In both the La Polar and Brazilian bank overcharging cases, the creditors were reluctant to compensate consumers fully.
In Brazil, the prosecutor’s office opted to file its lawsuit, seeking double the amount it said the banks improperly charged customers, only after the three banks — Santander, Itaú-Unibanco and HSBC — ignored its appeals to fully compensate consumers, it said.
Brazil’s Central Bank had also told the banks that the fees they were charging were illegal and that they must stop the practice.
HSBC and Santander declined to comment on the case. Itaú stopped charging clients a commission in late 2008 after the warning, and it agreed to pay enough restitution to satisfy the Central Bank, said Claudia Politanski, executive legal director at the bank. She added that Itaú considered the restitution demands as “not having backing in jurisprudence.”
Last year, Sernac, the Chilean government’s consumer defense agency, received hundreds of complaints from La Polar customers who had been getting threatening letters from collection agencies. Sernac said it tried quietly to negotiate a solution with La Polar, but the company would not stop. Sernac filed a class-action suit last month on behalf of about 2,000 people who said La Polar had defrauded them. The number has since grown to 20,000.
La Polar’s top executives have since resigned, and the company has fired 11 managers involved in the lending practices. The company, in a statement, said it was pursing criminal action against several former employees and against its auditing firm, Pricewaterhouse Coopers. A state regulatory agency filed related charges this month. With no personal bankruptcy law in Chile, when people fall behind or default, they face the prospect of being listed as a debtors or high-risk consumers in the Dicom, a private, unregulated credit-rating agency owned by Equifax. A bad Dicom credit score usually means being blacklisted for jobs, mortgages or political office.

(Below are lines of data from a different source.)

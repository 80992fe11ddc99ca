import type { Metadata } from 'next';

import { ask, Prefetched, readOnServer } from '@/app/_kit/prefetch';
import { TableScreen } from '@/components/settings/table-screen';
import { getReferenceTableEndpoint } from '@/lib/reference/endpoints';

interface Props {
  params: Promise<{ id: string }>;
  searchParams: Promise<Record<string, string | string[] | undefined>>;
}

export async function generateMetadata({ params }: Props): Promise<Metadata> {
  const { title } = await readOnServer(getReferenceTableEndpoint, { tableId: (await params).id });
  return { title };
}

export default async function TablePage({ params, searchParams }: Props) {
  const { edition } = await searchParams;
  const asked = {
    tableId: (await params).id,
    ...(typeof edition === 'string' && { entryId: edition }),
  };
  return (
    <Prefetched queries={[ask(getReferenceTableEndpoint, asked)]}>
      <TableScreen {...asked} />
    </Prefetched>
  );
}
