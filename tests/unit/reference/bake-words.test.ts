import { expect, test } from 'vitest';

import { reliefRefusal, reliefReply } from '@/components/reference/bake-words';
import { relief } from '@/lib/trade/steel/relief';
import { BAKE_HOURS_BY_STRENGTH } from '@/lib/trade/tables/bake-hours-by-strength';
import { EMBRITTLEMENT_RULES } from '@/lib/trade/tables/embrittlement-rules';
import { EXPOSURE_LIMITS } from '@/lib/trade/tables/exposure-limits';
import { HARDNESS_STEEL_HRC } from '@/lib/trade/tables/hardness-steel-hrc';

const TABLES = {
  rules: EMBRITTLEMENT_RULES,
  bakeHours: BAKE_HOURS_BY_STRENGTH,
  conversion: HARDNESS_STEEL_HRC,
  exposure: EXPOSURE_LIMITS,
};

test('says hours, temperature and start of the bake in the units chosen', () => {
  const found = relief(
    TABLES,
    'embrittlement_relief',
    { specification: 'QQ-P-416', revision: 'F' },
    { hrc: 42 },
  );
  if (!found.ok) throw new Error(found.reason);
  expect(reliefReply(found, 'Bake', 'inch')).toMatchObject({ says: 'Bake: 23 h at 350 to 400 °F' });
  expect(reliefReply(found, 'Bake', 'metric').says).toBe('Bake: 23 h at 177 to 204 °C');
  expect(reliefReply(found, 'Bake', 'inch').rest).toContain('started within 4 h');
});

test('a revision that is not named is asked for', () => {
  const found = relief(TABLES, 'embrittlement_relief', { specification: 'QQ-P-416' }, { hrc: 42 });
  expect(!found.ok && reliefRefusal(found.reason)).toMatch(/Name the revision/);
});
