import { eq } from 'drizzle-orm';
import { expect, test } from 'vitest';

import { batches } from '@/db/schema/batches';
import { createAssembly } from '@/lib/assemblies/change-assembly';
import { readReadiness } from '@/lib/assemblies/readiness';
import { refreshStanding } from '@/lib/batches/refresh-standing';
import { addLocation } from '@/lib/stock/add-location';
import { fitPieces } from '@/lib/stock/fit-pieces';
import { getGate } from '@/lib/stock/queries';
import { releasePieces } from '@/lib/stock/release-pieces';

import { makeDispatchedBatch } from '../../factories/batches';
import { countInAll, givePassword, makeSignedCertificate } from '../../factories/evidence';
import { makeLot, makePart } from '../../factories/lots';
import { makeWorld, type World } from '../../factories/world';
import { openDatabase } from '../open-database';
import { lastAudit, placesOf, stageNow } from '../../factories/standing';

const base = openDatabase();
const ALL = ['lead', 'inspector', 'office', 'admin'] as const;

/** A batch of one line of 10, counted in, with a certificate signed for `covered` of them. */
async function proved(
  world: World,
  {
    covered = 10,
    unitPriceMinor = 0,
    processes,
  }: { covered?: number; unitPriceMinor?: number; processes?: Parameters<typeof makePart>[1] } = {},
) {
  await givePassword(base.owner, world.userId);
  return world.as(ALL, async (ctx) => {
    const part = await makePart(ctx, processes);
    const lot = await makeLot(ctx, { part, pieces: 10 });
    const batch = await makeDispatchedBatch(ctx, world.processorId, { lots: [lot], unitPriceMinor });
    await countInAll(ctx, batch.id, [{ good: 10 }]);
    await makeSignedCertificate(ctx, batch.id, [covered]);
    const gate = await getGate(ctx, { batchId: batch.id });
    const location = await addLocation(ctx, { name: `Shelf ${batch.number}` });
    return { batch, lot, part, lineId: gate.lines[0]?.lineId ?? '', locationId: location.id };
  });
}

test('proved pieces of a settled batch go to stock, are audited, and the batch is stocked', async () => {
  const world = await makeWorld(base.db, base.owner);
  const { batch, lot, lineId, locationId } = await proved(world);
  expect(await world.as(['lead'], (ctx) => stageNow(ctx, batch.id))).toBe('settled');
  await world.as(['inspector'], (ctx) =>
    releasePieces(ctx, { batchId: batch.id, lines: [{ lineId, pieces: 10, locationId }] }),
  );
  await world.as(['lead'], async (ctx) => {
    expect(await placesOf(ctx, lot.id)).toEqual({ stock: 10 });
    expect(await stageNow(ctx, batch.id)).toBe('stocked');
    expect(await lastAudit(ctx, 'batch.release')).toMatchObject({ entityId: batch.id });
  });
});

test('40 of 41 signed: the one that no paper covers stays', async () => {
  const world = await makeWorld(base.db, base.owner);
  const { batch, lineId, locationId } = await proved(world, { covered: 9 });
  const release = (pieces: number) =>
    world.as(['lead'], (ctx) =>
      releasePieces(ctx, { batchId: batch.id, lines: [{ lineId, pieces, locationId }] }),
    );
  await expect(release(10)).rejects.toMatchObject({
    code: 'bad_input',
    details: { fields: [{ field: 'lines.0.pieces' }] },
  });
  await release(9);
  await expect(release(1)).rejects.toMatchObject({ code: 'bad_input' });
});

test('unpaid pieces stay; a waiver lets them pass', async () => {
  const world = await makeWorld(base.db, base.owner);
  const { batch, lineId, locationId } = await proved(world, { unitPriceMinor: 500 });
  const release = () =>
    world.as(['lead'], (ctx) =>
      releasePieces(ctx, { batchId: batch.id, lines: [{ lineId, pieces: 10, locationId }] }),
    );
  await expect(release()).rejects.toMatchObject({ code: 'bad_input' });
  await world.as(['admin'], async (ctx) => {
    await ctx.tx
      .update(batches)
      .set({ paymentWaivedAt: ctx.now, paymentWaivedReason: 'agreed' })
      .where(eq(batches.id, batch.id));
    await refreshStanding(ctx, batch.id);
  });
  await release();
});

test('pieces with a further outside step go on to wait for it', async () => {
  const world = await makeWorld(base.db, base.owner);
  const { batch, lot, part, lineId } = await proved(world, {
    processes: { processes: ['solution_heat_treat_and_age', 'anodize'] },
  });
  await world.as(['lead'], (ctx) =>
    releasePieces(ctx, { batchId: batch.id, lines: [{ lineId, pieces: 10, locationId: null }] }),
  );
  await world.as(['lead'], async (ctx) => {
    expect(await placesOf(ctx, lot.id)).toEqual({ making: 10 });
    expect(part.stepIds).toHaveLength(2);
  });
});

test('two presses at once release once', async () => {
  const world = await makeWorld(base.db, base.owner);
  const { batch, lot, lineId, locationId } = await proved(world);
  const press = () =>
    world.as(['lead'], (ctx) =>
      releasePieces(ctx, { batchId: batch.id, lines: [{ lineId, pieces: 10, locationId }] }),
    );
  const outcomes = await Promise.allSettled([press(), press()]);
  expect(outcomes.filter((one) => one.status === 'fulfilled')).toHaveLength(1);
  expect(await world.as(['lead'], (ctx) => placesOf(ctx, lot.id))).toEqual({ stock: 10 });
});

test('an auditor may not release, and another shop is told that the batch does not exist', async () => {
  const [world, stranger] = [await makeWorld(base.db, base.owner), await makeWorld(base.db, base.owner)];
  const { batch, lineId, locationId } = await proved(world);
  const input = { batchId: batch.id, lines: [{ lineId, pieces: 1, locationId }] };
  await expect(world.as(['auditor'], (ctx) => releasePieces(ctx, input))).rejects.toMatchObject({
    code: 'not_allowed',
  });
  await expect(stranger.as(['lead'], (ctx) => releasePieces(ctx, input))).rejects.toMatchObject({
    code: 'not_found',
  });
});

test('only what an assembly needs is fitted, and its readiness moves', async () => {
  const world = await makeWorld(base.db, base.owner);
  const { batch, lot, part, lineId, locationId } = await proved(world);
  const assembly = await world.as(['lead'], (ctx) =>
    createAssembly(ctx, {
      name: 'Left float',
      neededOn: null,
      note: null,
      needs: [{ partNumber: part.number, pieces: 6 }],
    }),
  );
  await world.as(['lead'], (ctx) =>
    releasePieces(ctx, { batchId: batch.id, lines: [{ lineId, pieces: 10, locationId }] }),
  );
  const fit = (pieces: number) =>
    world.as(['lead'], (ctx) =>
      fitPieces(ctx, { lotId: lot.id, locationId, assemblyId: assembly.id, pieces }),
    );
  await expect(fit(7)).rejects.toMatchObject({ code: 'bad_input' });
  await fit(6);
  await world.as(['lead'], async (ctx) => {
    expect(await placesOf(ctx, lot.id)).toEqual({ fitted: 6, stock: 4 });
    expect(await readReadiness(ctx)).toMatchObject([{ name: 'Left float', needed: 6, ready: 6 }]);
  });
});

“If you are in Dicom, if you are not in hell, you are on the way there,” said Stefan Larenas, president of the Organization of Consumers and Users of Chile, a consumer rights group. “It is a true social stigma here.”
Mr. Larenas said he has seen more cases of insolvency in his office. “Some people come here and cry; some say they want to kill themselves,” he said. “Some leave the country or escape to the south and live in an almost clandestine way for five years, waiting for their debts to clear.”
The customer abuses in the La Polar case doomed tens of thousands to Dicom purgatory after the repackaging of their debts geometrically increased what they owed through so-called acceleration clauses for late payers.
Manuel Céspedes said he received his La Polar card in 2007 when he was 19. He used it in the pharmacy and to buy a $1,000 laptop on a payment plan of $60 a month over 24 months. But in 2008, when he lost his job as a technical illustrator, he fell behind on the payments.
He said he later discovered that the retailer was repackaging his debt every three months. By the end of 2008, the roughly $430 he owed had tripled. By this March, it had topped $4,000.
“I couldn’t understand what was happening,” said Mr. Céspedes, now 23.
His poor Dicom rating has kept him from getting college loans and has made it hard to get a job to help pay his debt, he said.
Ms. Silva, a schoolteacher who stopped working when she had her first child in 2006, said she had been blacklisted with employers because of her credit problems stemming from her debt to La Polar, and she and her husband had been denied a mortgage.
“I don’t think everybody understands how these cards work,” she said. “It’s a temptation, and we all want a little more in our lives. I think the stores are counting on that.”